Restoring redundancy creates new redundant copies of buckets on members hosting the region and by default reassigns which members host the primary buckets to give better load balancing. It does not move buckets from one member to another. The reassignment of primary hosts can be prevented using the appropriate flags, as described below. See Configure High Availability for a Partitioned Region for further detail on redundancy.

For efficiency, when starting multiple members, trigger the restore redundancy a single time, after you have added all members.
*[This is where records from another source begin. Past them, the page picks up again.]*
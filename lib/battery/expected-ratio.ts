/** What a pack swapped early would have lived, as its readings promised when it came out. */
import { forecastPack } from "./forecast";
import type { FinishedPack } from "./fleet-prior";
import type { ForecastInput } from "./pack";

const Z90 = 1.6448536269514722;

/**
 * ln of the life forecast at `input.now` over the life promised at installation without a
 * fleet prior, and its standard deviation. `input.prior` should be the cohort's.
 */
export function expectedRatio(input: ForecastInput): NonNullable<FinishedPack["expected"]> {
  const from = input.pack.installedAt;
  const plain = { pack: input.pack, readings: [], events: [], prior: null, now: from };
  const promised = Math.max(1, forecastPack(plain).quantiles.p50 - from);
  const { p05, p50, p95 } = forecastPack(input).quantiles;
  const ln = (day: number): number => Math.log(Math.max(1, day - from) / promised);
  return { lnRatio: ln(p50), sd: Math.max(0.01, (ln(p95) - ln(p05)) / (2 * Z90)) };
}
Initiate a restore redundancy operation using one of the following:

  • gfsh command. First, starting a gfsh prompt and connect to the cluster. Then type the following command:

    gfsh>restore redundancy

    Optionally, you can specify regions to include or exclude from restoring redundancy, and prevent the operation from reassigning which members host primary copies. Type help restore redundancy or see restore redundancy for more information.

  • API call:

    ResourceManager manager = cache.getResourceManager();
    CompletableFuture<RestoreRedundancyResults> future = manager.createRestoreRedundancyOperation()
    //Get the results
    RestoreRedundancyResults results = future.get();
    //These are some of the details we can get about the run from the API
    System.out.println("Restore redundancy operation status is " + results.getStatus());
    System.out.println("Results for each included region: " + results.getMessage());
    System.out.println("Number of regions with no redundant copies: " + results.getZeroRedundancyRegionResults().size();
    System.out.println("Results for region " + regionName + ": " + results.getRegionResult(regionName).getMessage();

If you have start-recovery-delay=-1 configured for your partitioned region, you will need to perform a restore redundancy operation on your region after you restart any members in your cluster in order to recover any lost redundancy.

If you have start-recovery-delay set to a low number, you may need to wait extra time until the region has recovered redundancy.